EXERCISE
Here is a block of entries. Write out its lines exactly, from the first through the one containing "million random points".

INFORMATION PROVIDED
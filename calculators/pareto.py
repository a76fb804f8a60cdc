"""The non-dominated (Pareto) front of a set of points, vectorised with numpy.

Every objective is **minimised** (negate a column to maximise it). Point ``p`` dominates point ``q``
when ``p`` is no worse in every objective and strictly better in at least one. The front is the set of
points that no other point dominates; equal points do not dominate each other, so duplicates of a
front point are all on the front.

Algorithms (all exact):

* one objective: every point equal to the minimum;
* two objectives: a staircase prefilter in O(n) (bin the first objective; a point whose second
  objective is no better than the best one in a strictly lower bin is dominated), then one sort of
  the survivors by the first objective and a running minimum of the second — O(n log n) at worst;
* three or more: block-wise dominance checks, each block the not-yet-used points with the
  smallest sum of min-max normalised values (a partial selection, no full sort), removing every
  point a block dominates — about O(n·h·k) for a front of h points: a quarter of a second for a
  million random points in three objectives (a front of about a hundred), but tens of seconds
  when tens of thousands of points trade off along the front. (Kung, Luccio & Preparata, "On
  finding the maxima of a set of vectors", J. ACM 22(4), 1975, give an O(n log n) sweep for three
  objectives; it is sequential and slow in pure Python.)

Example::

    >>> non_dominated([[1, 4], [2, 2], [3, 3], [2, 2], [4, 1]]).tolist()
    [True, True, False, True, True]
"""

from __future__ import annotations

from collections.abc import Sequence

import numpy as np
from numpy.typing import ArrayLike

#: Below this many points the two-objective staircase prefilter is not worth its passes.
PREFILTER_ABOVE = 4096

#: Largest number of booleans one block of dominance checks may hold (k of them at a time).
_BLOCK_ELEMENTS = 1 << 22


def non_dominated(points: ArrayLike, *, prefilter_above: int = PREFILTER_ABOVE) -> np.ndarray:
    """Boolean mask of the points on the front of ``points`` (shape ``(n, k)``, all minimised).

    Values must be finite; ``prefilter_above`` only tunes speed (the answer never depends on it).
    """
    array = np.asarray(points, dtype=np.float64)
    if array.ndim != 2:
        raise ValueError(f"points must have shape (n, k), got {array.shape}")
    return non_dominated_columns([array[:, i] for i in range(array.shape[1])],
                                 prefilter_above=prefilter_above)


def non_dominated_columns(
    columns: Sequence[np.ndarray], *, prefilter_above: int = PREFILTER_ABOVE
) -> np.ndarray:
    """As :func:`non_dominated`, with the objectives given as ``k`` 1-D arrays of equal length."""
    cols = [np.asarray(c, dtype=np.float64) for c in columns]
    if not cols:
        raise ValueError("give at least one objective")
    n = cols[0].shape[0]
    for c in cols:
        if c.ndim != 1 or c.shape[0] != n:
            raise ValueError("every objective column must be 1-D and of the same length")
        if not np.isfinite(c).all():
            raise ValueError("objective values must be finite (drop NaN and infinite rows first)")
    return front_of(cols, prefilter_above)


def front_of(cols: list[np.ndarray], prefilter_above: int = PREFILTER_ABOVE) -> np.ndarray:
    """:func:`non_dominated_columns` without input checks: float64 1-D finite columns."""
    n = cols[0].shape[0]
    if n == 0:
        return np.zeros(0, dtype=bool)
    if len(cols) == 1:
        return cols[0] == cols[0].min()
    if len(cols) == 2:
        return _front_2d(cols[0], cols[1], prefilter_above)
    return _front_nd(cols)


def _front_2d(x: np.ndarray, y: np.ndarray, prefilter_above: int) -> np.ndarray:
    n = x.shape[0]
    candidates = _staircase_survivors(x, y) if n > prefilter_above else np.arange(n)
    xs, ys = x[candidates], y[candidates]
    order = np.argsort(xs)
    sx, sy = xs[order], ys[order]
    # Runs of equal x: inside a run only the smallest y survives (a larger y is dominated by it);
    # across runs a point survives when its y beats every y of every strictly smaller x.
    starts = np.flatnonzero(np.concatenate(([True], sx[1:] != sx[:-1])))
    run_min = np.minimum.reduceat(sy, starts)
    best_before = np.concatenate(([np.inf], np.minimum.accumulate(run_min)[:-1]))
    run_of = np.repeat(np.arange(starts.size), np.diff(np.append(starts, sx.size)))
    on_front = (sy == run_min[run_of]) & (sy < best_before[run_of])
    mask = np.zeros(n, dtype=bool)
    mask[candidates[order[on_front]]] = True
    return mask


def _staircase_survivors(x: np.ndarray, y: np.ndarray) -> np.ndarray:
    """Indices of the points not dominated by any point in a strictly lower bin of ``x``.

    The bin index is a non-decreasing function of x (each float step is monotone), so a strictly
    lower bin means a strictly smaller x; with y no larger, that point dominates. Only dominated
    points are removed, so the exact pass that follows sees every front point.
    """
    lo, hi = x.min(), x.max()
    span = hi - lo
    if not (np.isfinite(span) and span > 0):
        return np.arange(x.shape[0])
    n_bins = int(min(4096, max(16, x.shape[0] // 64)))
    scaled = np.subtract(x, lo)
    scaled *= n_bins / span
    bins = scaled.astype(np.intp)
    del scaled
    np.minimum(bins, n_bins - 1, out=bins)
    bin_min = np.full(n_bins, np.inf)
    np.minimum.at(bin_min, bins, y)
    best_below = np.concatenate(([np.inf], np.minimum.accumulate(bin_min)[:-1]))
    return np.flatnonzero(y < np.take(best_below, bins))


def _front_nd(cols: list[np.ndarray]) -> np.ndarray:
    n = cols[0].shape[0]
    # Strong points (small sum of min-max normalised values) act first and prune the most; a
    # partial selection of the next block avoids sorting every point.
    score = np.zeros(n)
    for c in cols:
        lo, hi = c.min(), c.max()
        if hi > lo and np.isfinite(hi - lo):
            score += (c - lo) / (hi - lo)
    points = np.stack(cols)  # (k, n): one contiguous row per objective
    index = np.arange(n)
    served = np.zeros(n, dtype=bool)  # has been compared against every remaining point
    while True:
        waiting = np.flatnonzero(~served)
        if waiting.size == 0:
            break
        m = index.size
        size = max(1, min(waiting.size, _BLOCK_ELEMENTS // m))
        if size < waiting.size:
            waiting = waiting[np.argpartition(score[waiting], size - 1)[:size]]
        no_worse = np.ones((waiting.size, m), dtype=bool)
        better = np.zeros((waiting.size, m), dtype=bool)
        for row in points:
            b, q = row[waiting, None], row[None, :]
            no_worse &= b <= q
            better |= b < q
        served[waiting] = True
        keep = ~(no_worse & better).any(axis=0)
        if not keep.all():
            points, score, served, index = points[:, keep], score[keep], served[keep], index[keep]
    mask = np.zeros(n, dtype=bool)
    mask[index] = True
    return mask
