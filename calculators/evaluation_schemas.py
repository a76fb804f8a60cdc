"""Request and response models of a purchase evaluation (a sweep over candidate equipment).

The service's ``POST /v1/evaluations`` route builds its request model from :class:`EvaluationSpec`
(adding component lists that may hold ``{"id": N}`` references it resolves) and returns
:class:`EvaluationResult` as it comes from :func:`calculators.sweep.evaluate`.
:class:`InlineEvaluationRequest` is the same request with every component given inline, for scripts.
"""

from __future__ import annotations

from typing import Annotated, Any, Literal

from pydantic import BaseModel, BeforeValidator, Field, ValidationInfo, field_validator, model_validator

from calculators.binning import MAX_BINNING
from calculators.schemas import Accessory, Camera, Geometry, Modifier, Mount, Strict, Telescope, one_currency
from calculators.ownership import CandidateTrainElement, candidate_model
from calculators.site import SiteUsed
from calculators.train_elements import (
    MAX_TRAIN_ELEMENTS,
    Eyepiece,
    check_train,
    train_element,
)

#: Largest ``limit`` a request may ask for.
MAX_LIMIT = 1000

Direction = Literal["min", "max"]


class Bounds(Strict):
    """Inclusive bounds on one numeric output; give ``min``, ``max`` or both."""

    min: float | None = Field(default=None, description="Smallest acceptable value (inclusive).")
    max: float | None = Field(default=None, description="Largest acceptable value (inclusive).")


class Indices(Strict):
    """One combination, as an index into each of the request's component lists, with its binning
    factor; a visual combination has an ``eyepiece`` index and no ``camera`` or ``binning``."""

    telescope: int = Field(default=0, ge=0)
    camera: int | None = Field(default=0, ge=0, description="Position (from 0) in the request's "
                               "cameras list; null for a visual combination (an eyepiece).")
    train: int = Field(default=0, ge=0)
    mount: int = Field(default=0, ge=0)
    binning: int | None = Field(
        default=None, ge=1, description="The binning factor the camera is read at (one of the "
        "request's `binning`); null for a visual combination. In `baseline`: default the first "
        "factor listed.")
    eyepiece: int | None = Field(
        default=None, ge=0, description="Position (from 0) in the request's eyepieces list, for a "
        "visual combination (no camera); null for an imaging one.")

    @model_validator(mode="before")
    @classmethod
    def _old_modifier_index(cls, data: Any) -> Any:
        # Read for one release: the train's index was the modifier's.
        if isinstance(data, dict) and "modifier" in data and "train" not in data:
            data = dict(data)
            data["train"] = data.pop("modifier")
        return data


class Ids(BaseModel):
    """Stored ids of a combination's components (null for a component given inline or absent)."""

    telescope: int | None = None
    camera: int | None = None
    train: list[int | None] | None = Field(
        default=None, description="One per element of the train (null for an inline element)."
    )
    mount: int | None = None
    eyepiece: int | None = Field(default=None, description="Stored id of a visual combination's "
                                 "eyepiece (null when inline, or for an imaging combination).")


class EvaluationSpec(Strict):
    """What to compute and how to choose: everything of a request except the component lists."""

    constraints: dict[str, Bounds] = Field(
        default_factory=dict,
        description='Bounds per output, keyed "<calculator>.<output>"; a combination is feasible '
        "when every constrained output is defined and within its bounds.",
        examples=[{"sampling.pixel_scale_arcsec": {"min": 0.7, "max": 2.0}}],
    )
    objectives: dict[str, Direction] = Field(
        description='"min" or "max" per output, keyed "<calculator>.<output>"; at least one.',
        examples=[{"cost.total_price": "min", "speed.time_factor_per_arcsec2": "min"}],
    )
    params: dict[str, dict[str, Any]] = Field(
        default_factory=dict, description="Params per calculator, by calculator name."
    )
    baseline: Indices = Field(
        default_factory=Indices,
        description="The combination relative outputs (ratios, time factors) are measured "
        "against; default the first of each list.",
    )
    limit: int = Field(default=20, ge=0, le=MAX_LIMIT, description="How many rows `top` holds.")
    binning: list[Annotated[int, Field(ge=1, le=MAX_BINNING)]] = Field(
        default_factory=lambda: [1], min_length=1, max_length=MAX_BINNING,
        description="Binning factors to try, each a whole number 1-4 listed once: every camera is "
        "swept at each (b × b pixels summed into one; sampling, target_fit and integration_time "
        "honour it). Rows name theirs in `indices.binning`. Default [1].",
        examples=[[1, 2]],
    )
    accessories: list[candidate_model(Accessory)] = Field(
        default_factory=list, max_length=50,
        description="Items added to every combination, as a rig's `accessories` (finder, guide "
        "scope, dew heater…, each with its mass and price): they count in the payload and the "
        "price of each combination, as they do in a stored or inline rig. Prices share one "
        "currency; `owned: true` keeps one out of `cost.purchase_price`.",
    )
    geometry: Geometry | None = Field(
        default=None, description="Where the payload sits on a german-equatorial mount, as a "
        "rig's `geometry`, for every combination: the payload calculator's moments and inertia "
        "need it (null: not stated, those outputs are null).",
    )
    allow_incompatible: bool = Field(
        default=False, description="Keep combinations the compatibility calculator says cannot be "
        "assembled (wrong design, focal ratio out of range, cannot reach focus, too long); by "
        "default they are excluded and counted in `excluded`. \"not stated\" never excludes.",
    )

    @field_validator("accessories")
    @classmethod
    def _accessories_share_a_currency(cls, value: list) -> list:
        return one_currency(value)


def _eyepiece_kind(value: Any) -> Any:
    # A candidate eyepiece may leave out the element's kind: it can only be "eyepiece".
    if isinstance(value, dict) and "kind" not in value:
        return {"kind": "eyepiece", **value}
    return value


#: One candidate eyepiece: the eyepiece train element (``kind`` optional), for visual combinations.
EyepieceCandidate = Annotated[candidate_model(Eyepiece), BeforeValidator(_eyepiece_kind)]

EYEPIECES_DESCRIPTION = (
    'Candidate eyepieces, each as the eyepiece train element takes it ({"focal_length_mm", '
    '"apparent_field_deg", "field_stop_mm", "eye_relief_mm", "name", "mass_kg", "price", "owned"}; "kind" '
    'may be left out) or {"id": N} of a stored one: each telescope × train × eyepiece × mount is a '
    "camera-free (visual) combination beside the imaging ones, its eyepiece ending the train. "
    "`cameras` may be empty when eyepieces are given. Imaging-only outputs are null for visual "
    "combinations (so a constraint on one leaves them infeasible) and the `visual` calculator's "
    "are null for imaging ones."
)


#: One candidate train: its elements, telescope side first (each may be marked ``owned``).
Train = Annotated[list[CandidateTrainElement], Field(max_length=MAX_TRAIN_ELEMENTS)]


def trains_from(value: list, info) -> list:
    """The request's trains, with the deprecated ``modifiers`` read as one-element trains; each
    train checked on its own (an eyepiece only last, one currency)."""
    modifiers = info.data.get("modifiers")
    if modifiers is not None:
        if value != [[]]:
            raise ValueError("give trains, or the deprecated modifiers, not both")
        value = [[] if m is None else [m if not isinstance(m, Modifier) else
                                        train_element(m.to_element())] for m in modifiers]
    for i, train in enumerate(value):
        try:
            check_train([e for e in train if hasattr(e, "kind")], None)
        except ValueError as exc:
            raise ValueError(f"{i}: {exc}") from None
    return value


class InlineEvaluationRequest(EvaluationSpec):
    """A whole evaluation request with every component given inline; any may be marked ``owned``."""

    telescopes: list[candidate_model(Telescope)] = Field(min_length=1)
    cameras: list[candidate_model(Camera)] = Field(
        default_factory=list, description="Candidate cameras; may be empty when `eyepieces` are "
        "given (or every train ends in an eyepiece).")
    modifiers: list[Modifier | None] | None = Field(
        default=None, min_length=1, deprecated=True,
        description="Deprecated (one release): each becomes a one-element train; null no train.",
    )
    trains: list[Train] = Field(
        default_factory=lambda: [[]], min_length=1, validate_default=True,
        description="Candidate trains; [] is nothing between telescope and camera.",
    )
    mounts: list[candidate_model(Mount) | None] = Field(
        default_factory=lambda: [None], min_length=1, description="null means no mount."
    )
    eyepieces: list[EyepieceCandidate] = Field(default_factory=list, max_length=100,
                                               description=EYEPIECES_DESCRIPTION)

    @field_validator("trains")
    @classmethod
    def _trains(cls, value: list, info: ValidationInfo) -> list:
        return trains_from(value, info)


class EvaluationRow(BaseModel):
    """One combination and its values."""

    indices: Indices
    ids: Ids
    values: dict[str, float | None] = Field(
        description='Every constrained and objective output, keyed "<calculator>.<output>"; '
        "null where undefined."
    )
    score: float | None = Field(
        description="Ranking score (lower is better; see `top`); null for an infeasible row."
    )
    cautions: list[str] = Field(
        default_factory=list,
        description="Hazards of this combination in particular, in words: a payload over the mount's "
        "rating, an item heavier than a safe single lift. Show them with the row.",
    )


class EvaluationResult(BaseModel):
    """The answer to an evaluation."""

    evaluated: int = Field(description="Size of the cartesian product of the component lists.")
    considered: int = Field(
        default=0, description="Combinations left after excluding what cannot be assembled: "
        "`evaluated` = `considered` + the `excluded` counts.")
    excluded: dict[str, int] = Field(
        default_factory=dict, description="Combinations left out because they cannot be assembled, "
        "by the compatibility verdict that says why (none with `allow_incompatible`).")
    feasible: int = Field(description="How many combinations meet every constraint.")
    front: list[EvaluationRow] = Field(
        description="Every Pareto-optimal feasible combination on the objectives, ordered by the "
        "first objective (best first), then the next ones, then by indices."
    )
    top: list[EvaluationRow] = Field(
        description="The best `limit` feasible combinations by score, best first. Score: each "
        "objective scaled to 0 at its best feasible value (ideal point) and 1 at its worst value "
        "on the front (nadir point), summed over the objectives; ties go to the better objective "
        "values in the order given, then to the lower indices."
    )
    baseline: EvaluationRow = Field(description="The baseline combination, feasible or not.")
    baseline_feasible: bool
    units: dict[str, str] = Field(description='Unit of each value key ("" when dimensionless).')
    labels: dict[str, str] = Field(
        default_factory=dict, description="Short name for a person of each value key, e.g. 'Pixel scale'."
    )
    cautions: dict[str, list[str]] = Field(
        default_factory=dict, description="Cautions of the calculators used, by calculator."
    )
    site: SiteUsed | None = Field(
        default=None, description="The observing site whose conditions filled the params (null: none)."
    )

SOLUTION
filename calculators/pareto.py
repository a76fb804f8a60cdc
"""The non-dominated (Pareto) front of a set of points, vectorised with numpy.

Every objective is **minimised** (negate a column to maximise it). Point ``p`` dominates point ``q``
when ``p`` is no worse in every objective and strictly better in at least one. The front is the set of
points that no other point dominates; equal points do not dominate each other, so duplicates of a
front point are all on the front.

Algorithms (all exact):

* one objective: every point equal to the minimum;
* two objectives: a staircase prefilter in O(n) (bin the first objective; a point whose second
  objective is no better than the best one in a strictly lower bin is dominated), then one sort of
  the survivors by the first objective and a running minimum of the second — O(n log n) at worst;
* three or more: block-wise dominance checks, each block the not-yet-used points with the
  smallest sum of min-max normalised values (a partial selection, no full sort), removing every
  point a block dominates — about O(n·h·k) for a front of h points: a quarter of a second for a
  million random points in three objectives (a front of about a hundred), but tens of seconds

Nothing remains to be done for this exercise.